Six personnes d’origine kurde ont comparu vendredi devant un tribunal britannique, accusées d’appartenance au Parti des travailleurs du Kurdistan (PKK), une organisation classée terroriste au Royaume-Uni, en Turquie et dans plusieurs autres pays. Les prévenus, âgés de 24 à 63 ans, sont poursuivis pour avoir appartenu ou revendiqué une appartenance à ce groupe, interdit en Grande-Bretagne depuis 2001.
Les poursuites font suite à une opération policière menée en novembre 2024 dans un centre communautaire kurde du nord de Londres. Selon l’accusation, certains des mis en cause auraient également organisé ou pris la parole lors de réunions de soutien au PKK en 2023 et 2024. Ils ont été formellement inculpés en décembre de la même année.
Les six accusés — Ercan Akbal, Ali Boyraz, Agit Karatas, Berfin Kerban, Turkan Ozcan et Mazlum Sayak — ont tous plaidé non coupables du chef principal d’appartenance à une organisation interdite. Plusieurs d’entre eux contestent aussi des accusations supplémentaires liées à l’organisation de réunions ou à des prises de parole visant, selon le parquet, à encourager le soutien au PKK.
Le PKK a annoncé l’an dernier son intention de se désarmer et de se dissoudre, allant jusqu’à brûler symboliquement des armes. Malgré ces déclarations, l’organisation demeure interdite au Royaume-Uni, dans l’Union européenne et aux États-Unis, et continue d’être considérée par les autorités comme un groupe terroriste.

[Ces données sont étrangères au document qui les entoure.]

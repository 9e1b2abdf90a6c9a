import type { Knex } from 'knex';

export async function up(knex: Knex): Promise<void> {
  await knex.schema.createTable('par_levels', (t) => {
    t.integer('firm_id').unsigned().notNullable().references('firms.id').onDelete('CASCADE');
    t.integer('location_id').unsigned().notNullable().references('locations.id');
    t.integer('product_id').unsigned().notNullable().references('products.id');
    t.integer('minimum').unsigned().notNullable();
    t.integer('target').unsigned().notNullable();
    t.primary(['firm_id', 'location_id', 'product_id']);
  });
}

export async function down(knex: Knex): Promise<void> {
  await knex.schema.dropTable('par_levels');
}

Le mouvement a mené pendant près de quatre décennies une insurrection armée pour l’indépendance ou l’autonomie du sud-est de la Turquie, une région majoritairement kurde. Ce conflit a fait des dizaines de milliers de morts et a conduit à son interdiction dans de nombreux pays occidentaux.

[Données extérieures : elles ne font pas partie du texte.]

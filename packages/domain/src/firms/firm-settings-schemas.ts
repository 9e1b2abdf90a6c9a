import { z } from 'zod';
import { heatExchangerDefaultsSchema } from '../jobs/heat-exchanger.ts';
import { optionalPlainText, singleLineName } from '../lib/text.ts';

export const volumeUnits = ['litres', 'imperial_gallons'] as const;
export type VolumeUnit = (typeof volumeUnits)[number];
export const volumeUnitLabels: Record<VolumeUnit, string> = {
  litres: 'Litres',
  imperial_gallons: 'Litres, with imperial gallons alongside',
};

/** The cold-bottom threshold a firm may set, kelvin top to bottom. */
export const COLD_BOTTOM_THRESHOLD_MIN_K = 2;
export const COLD_BOTTOM_THRESHOLD_MAX_K = 30;

/** Whether the runtime knows this IANA time zone (Intl throws a RangeError for one it does not). */
export function isKnownTimeZone(zone: string): boolean {
  try {
    new Intl.DateTimeFormat('en-GB', { timeZone: zone });
    return true;
  } catch {
    return false;
  }
}

/** The firm's own settings, changed by an Owner or an Admin. */
export const firmSettingsInputSchema = z.strictObject({
  name: singleLineName('The firm name', { max: 120 }),
  address: z
    .string()
    .trim()
    .max(500, { error: 'The address must be at most 500 characters.' })
    .transform((s) => (s === '' ? null : s))
    .nullable()
    .optional(),
  timeZone: z
    .string({ error: 'A time zone is required.' })
    .trim()
    .max(64)
    .refine(isKnownTimeZone, {
      error: (iss) => `"${String(iss.input)}" is not a time zone this system knows (use a name such as Europe/London).`,
    }),
  volumeUnit: z.enum(volumeUnits, { error: 'Volume unit must be litres or imperial gallons.' }),
  coldBottomThresholdK: z
    .number({ error: 'The cold-bottom threshold must be a number of kelvin.' })
    .min(COLD_BOTTOM_THRESHOLD_MIN_K, {
      error: `The cold-bottom threshold must be between ${COLD_BOTTOM_THRESHOLD_MIN_K} and ${COLD_BOTTOM_THRESHOLD_MAX_K} K.`,
    })
    .max(COLD_BOTTOM_THRESHOLD_MAX_K, {
      error: `The cold-bottom threshold must be between ${COLD_BOTTOM_THRESHOLD_MIN_K} and ${COLD_BOTTOM_THRESHOLD_MAX_K} K.`,
    }),
  // The contact details and registrations the customer's report prints. Left out: unchanged.
  phone: z
    .string()
    .trim()
    .max(40, { error: 'The phone number must be at most 40 characters.' })
    .regex(/^[0-9+() -]*$/, { error: 'A phone number has digits, spaces, +, ( ) and - only.' })
    .transform((s) => (s === '' ? null : s))
    .nullable()
    .optional(),
  email: z
    .union([z.literal(''), z.email({ error: 'That is not an e-mail address.' }).max(254)])
    .transform((s) => (s === '' ? null : s.toLowerCase()))
    .nullable()
    .optional(),
  /** Free text, for example a trade scheme's registration number; printed as typed. */
  registrationNumbers: optionalPlainText('Registration numbers', 300),
  /** Heat exchanger content by fuel and boiler kind; null goes back to the built-in defaults. */
  heatExchangerDefaults: heatExchangerDefaultsSchema.nullable().optional(),
  /** Days of booked jobs the restock run covers. Left out: unchanged (7 unless set). */
  restockDays: z
    .number({ error: 'Restock days must be a number of days.' })
    .int({ error: 'Restock days are whole days.' })
    .min(1, { error: 'Restock days must be at least 1.' })
    .max(60, { error: 'Restock days must be at most 60.' })
    .optional(),
});
export type FirmSettingsInput = z.infer<typeof firmSettingsInputSchema>;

Au cours de l’audience, la défense a rappelé que les aspirations à l’autodétermination kurde ne sont pas en elles-mêmes illégales. « Il n’y a rien de répréhensible à vouloir l’autodétermination ou à militer pour elle », a souligné un avocat, ajoutant que ce sont « les méthodes employées par le PKK » qui ont conduit à son classement comme organisation terroriste. Le procès se poursuit.